═══ Data for analysis ═══
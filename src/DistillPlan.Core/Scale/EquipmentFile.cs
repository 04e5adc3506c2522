using DistillPlan.Core.Library;
using DistillPlan.Core.Planning.Settings;
using YamlDotNet.Core;
using YamlDotNet.RepresentationModel;

namespace DistillPlan.Core.Scale;

/// <summary>One named unit of a user's equipment file: its settings as text, by setting key.</summary>
/// <param name="Name">The unit's name (rotavap-2, R-101).</param>
/// <param name="Description">What it is, in the user's words.</param>
/// <param name="Settings">Setting key → text, as on the command line.</param>
/// <param name="Origin">File and line, for messages.</param>
public sealed record EquipmentUnit(string Name, string? Description, IReadOnlyDictionary<string, string> Settings, string Origin);

/// <summary>
/// The user's equipment file (docs/equipment-file.md): named units, each a set of equipment
/// settings spelt as the command-line options (flask, vessel, heating, pump-speed …). Read
/// with the same standard as the solvent library: every error names file, line and field.
/// </summary>
public static class EquipmentFile
{
    /// <summary>The format tag on the file's first key.</summary>
    public const string FormatTag = "distillplan-equipment/1";

    /// <summary>The file name inside the user's config folder.</summary>
    public const string FileName = "equipment.yaml";

    /// <summary>The default file: $DISTILLPLAN_EQUIPMENT_FILE, else $XDG_CONFIG_HOME/distillplan/equipment.yaml, else ~/.config/distillplan/equipment.yaml.</summary>
    public static string DefaultPath
    {
        get
        {
            string? env = Environment.GetEnvironmentVariable("DISTILLPLAN_EQUIPMENT_FILE");
            if (!string.IsNullOrEmpty(env)) return env;
            return Path.Combine(Path.GetDirectoryName(SolventLibrary.DefaultUserPath)!, FileName);
        }
    }

    /// <summary>The settings a unit may carry: every equipment and size setting.</summary>
    public static IReadOnlyList<string> AllowedKeys { get; } =
        [.. PlanSettings.All.Where(s => s.Group is SettingGroup.Equipment or SettingGroup.Size && s.Key is not ("equipment" or "equipment-file")).Select(s => s.Key)];

    /// <summary>The unit of this name (case-insensitive) from a file; throws naming the file and the units it has.</summary>
    public static EquipmentUnit Find(string name, string? path = null)
    {
        path ??= DefaultPath;
        var units = Load(path);
        return units.FirstOrDefault(u => string.Equals(u.Name, name.Trim(), StringComparison.OrdinalIgnoreCase))
            ?? throw new InputException("--equipment", name, units.Count == 0
                ? $"a unit named in {path} (it has none)"
                : $"a unit of {path}: {string.Join(", ", units.Select(u => u.Name))}");
    }

    /// <summary>Reads and validates a file (again only when it has changed since the last read).</summary>
    public static IReadOnlyList<EquipmentUnit> Load(string path)
    {
        if (!File.Exists(path))
            throw new InputException("--equipment", path, "an equipment file that exists (" + DefaultPath + ", or --equipment-file FILE)");
        // Every settings read looks the unit up, and the text UI reads the settings for each field's
        // hint: read and validate the file once per version of it, not once per field.
        var info = new FileInfo(path);
        var stamp = (info.LastWriteTimeUtc, info.Length);
        if (Cache.TryGetValue(info.FullName, out var known) && known.Stamp == stamp) return known.Units;
        string text = YamlFileReader.ReadText(path, MaxFileBytes, (line, field, problem) => new LibraryFormatException(path, line, field, problem));
        var units = Parse(text, path);
        Cache[info.FullName] = (stamp, units);
        return units;
    }

    private static readonly System.Collections.Concurrent.ConcurrentDictionary<string, ((DateTime, long) Stamp, IReadOnlyList<EquipmentUnit> Units)> Cache = new();

    /// <summary>Largest file read (a few hundred units fit in far less).</summary>
    public const int MaxFileBytes = 1 << 20;

    /// <summary>Parses equipment-file text; <paramref name="file"/> is used in messages.</summary>
    public static IReadOnlyList<EquipmentUnit> Parse(string text, string file)
    {
        var rootNode = YamlFileReader.Parse(text, (line, field, problem) => new LibraryFormatException(file, line, field, problem))
            ?? throw new LibraryFormatException(file, 1, "file", "the file is empty");
        var root = new YamlCursor(rootNode, "", file);
        root.OnlyKeys("format", "units");
        string format = root.Required("format").String();
        if (format != FormatTag) throw root.Required("format").Error($"expected '{FormatTag}', got '{format}'");

        var units = new List<EquipmentUnit>();
        foreach (var item in root.Required("units").Items())
        {
            item.OnlyKeys([.. AllowedKeys, "name", "description"]);
            string name = item.Required("name").String();
            if (units.Any(u => string.Equals(u.Name, name, StringComparison.OrdinalIgnoreCase)))
                throw item.Required("name").Error($"a second unit named '{name}' (names must differ)");
            var settings = new Dictionary<string, string>();
            var inputs = new PlanInputs();
            foreach (var (key, value) in item.Entries())
            {
                if (key is "name" or "description") continue;
                settings[key] = value.String();
                inputs = inputs.With(key, settings[key]);
            }
            // The same readers as the command line, so a unit holds only values an option would accept.
            try { PlanSettings.Build(inputs); }
            catch (InputException e)
            {
                string key = e.Field.TrimStart('-');
                var at = item.Optional(key) ?? item;
                throw at.Error($"'{e.Value}' is not allowed; expected {e.Allowed}");
            }
            units.Add(new EquipmentUnit(name, item.Optional("description")?.String(), settings, $"{file}:{item.Line}"));
        }
        return units;
    }
}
═══
• **Problem requirements**
Keep every word the same and copy out all of the entries.

• **Written answer**
filename src/DistillPlan.Core/Scale/EquipmentFile.cs
repository 04e5adc3506c2522
using DistillPlan.Core.Library;
using DistillPlan.Core.Planning.Settings;
using YamlDotNet.Core;
using YamlDotNet.RepresentationModel;

namespace DistillPlan.Core.Scale;

/// <summary>One named unit of a user's equipment file: its settings as text, by setting key.</summary>
/// <param name="Name">The unit's name (rotavap-2, R-101).</param>
/// <param name="Description">What it is, in the user's words.</param>
/// <param name="Settings">Setting key → text, as on the command line.</param>
/// <param name="Origin">File and line, for messages.</param>
public sealed record EquipmentUnit(string Name, string? Description, IReadOnlyDictionary<string, string> Settings, string Origin);

/// <summary>
/// The user's equipment file (docs/equipment-file.md): named units, each a set of equipment
/// settings spelt as the command-line options (flask, vessel, heating, pump-speed …). Read
/// with the same standard as the solvent library: every error names file, line and field.
/// </summary>
public static class EquipmentFile
{
    /// <summary>The format tag on the file's first key.</summary>
    public const string FormatTag = "distillplan-equipment/1";

    /// <summary>The file name inside the user's config folder.</summary>
    public const string FileName = "equipment.yaml";

    /// <summary>The default file: $DISTILLPLAN_EQUIPMENT_FILE, else $XDG_CONFIG_HOME/distillplan/equipment.yaml, else ~/.config/distillplan/equipment.yaml.</summary>
    public static string DefaultPath
    {
        get
        {
            string? env = Environment.GetEnvironmentVariable("DISTILLPLAN_EQUIPMENT_FILE");
            if (!string.IsNullOrEmpty(env)) return env;
            return Path.Combine(Path.GetDirectoryName(SolventLibrary.DefaultUserPath)!, FileName);
        }
    }

    /// <summary>The settings a unit may carry: every equipment and size setting.</summary>
    public static IReadOnlyList<string> AllowedKeys { get; } =
        [.. PlanSettings.All.Where(s => s.Group is SettingGroup.Equipment or SettingGroup.Size && s.Key is not ("equipment" or "equipment-file")).Select(s => s.Key)];

    /// <summary>The unit of this name (case-insensitive) from a file; throws naming the file and the units it has.</summary>
    public static EquipmentUnit Find(string name, string? path = null)
    {
        path ??= DefaultPath;
        var units = Load(path);
        return units.FirstOrDefault(u => string.Equals(u.Name, name.Trim(), StringComparison.OrdinalIgnoreCase))
            ?? throw new InputException("--equipment", name, units.Count == 0
                ? $"a unit named in {path} (it has none)"
                : $"a unit of {path}: {string.Join(", ", units.Select(u => u.Name))}");
    }

    /// <summary>Reads and validates a file (again only when it has changed since the last read).</summary>
    public static IReadOnlyList<EquipmentUnit> Load(string path)
    {
        if (!File.Exists(path))
            throw new InputException("--equipment", path, "an equipment file that exists (" + DefaultPath + ", or --equipment-file FILE)");
        // Every settings read looks the unit up, and the text UI reads the settings for each field's
        // hint: read and validate the file once per version of it, not once per field.
        var info = new FileInfo(path);
        var stamp = (info.LastWriteTimeUtc, info.Length);
        if (Cache.TryGetValue(info.FullName, out var known) && known.Stamp == stamp) return known.Units;
        string text = YamlFileReader.ReadText(path, MaxFileBytes, (line, field, problem) => new LibraryFormatException(path, line, field, problem));
        var units = Parse(text, path);
        Cache[info.FullName] = (stamp, units);
        return units;
    }

    private static readonly System.Collections.Concurrent.ConcurrentDictionary<string, ((DateTime, long) Stamp, IReadOnlyList<EquipmentUnit> Units)> Cache = new();

    /// <summary>Largest file read (a few hundred units fit in far less).</summary>
    public const int MaxFileBytes = 1 << 20;

    /// <summary>Parses equipment-file text; <paramref name="file"/> is used in messages.</summary>
    public static IReadOnlyList<EquipmentUnit> Parse(string text, string file)
    {
        var rootNode = YamlFileReader.Parse(text, (line, field, problem) => new LibraryFormatException(file, line, field, problem))
            ?? throw new LibraryFormatException(file, 1, "file", "the file is empty");
        var root = new YamlCursor(rootNode, "", file);
        root.OnlyKeys("format", "units");
        string format = root.Required("format").String();
        if (format != FormatTag) throw root.Required("format").Error($"expected '{FormatTag}', got '{format}'");

        var units = new List<EquipmentUnit>();
        foreach (var item in root.Required("units").Items())
        {
            item.OnlyKeys([.. AllowedKeys, "name", "description"]);
            string name = item.Required("name").String();
            if (units.Any(u => string.Equals(u.Name, name, StringComparison.OrdinalIgnoreCase)))
                throw item.Required("name").Error($"a second unit named '{name}' (names must differ)");
            var settings = new Dictionary<string, string>();
            var inputs = new PlanInputs();
            foreach (var (key, value) in item.Entries())
            {
                if (key is "name" or "description") continue;
                settings[key] = value.String();
                inputs = inputs.With(key, settings[key]);
            }
            // The same readers as the command line, so a unit holds only values an option would accept.
            try { PlanSettings.Build(inputs); }
            catch (InputException e)
            {
                string key = e.Field.TrimStart('-');
                var at = item.Optional(key) ?? item;
                throw at.Error($"'{e.Value}' is not allowed; expected {e.Allowed}");
            }
            units.Add(new EquipmentUnit(name, item.Optional("description")?.String(), settings, $"{file}:{item.Line}"));
        }
        return units;
    }
}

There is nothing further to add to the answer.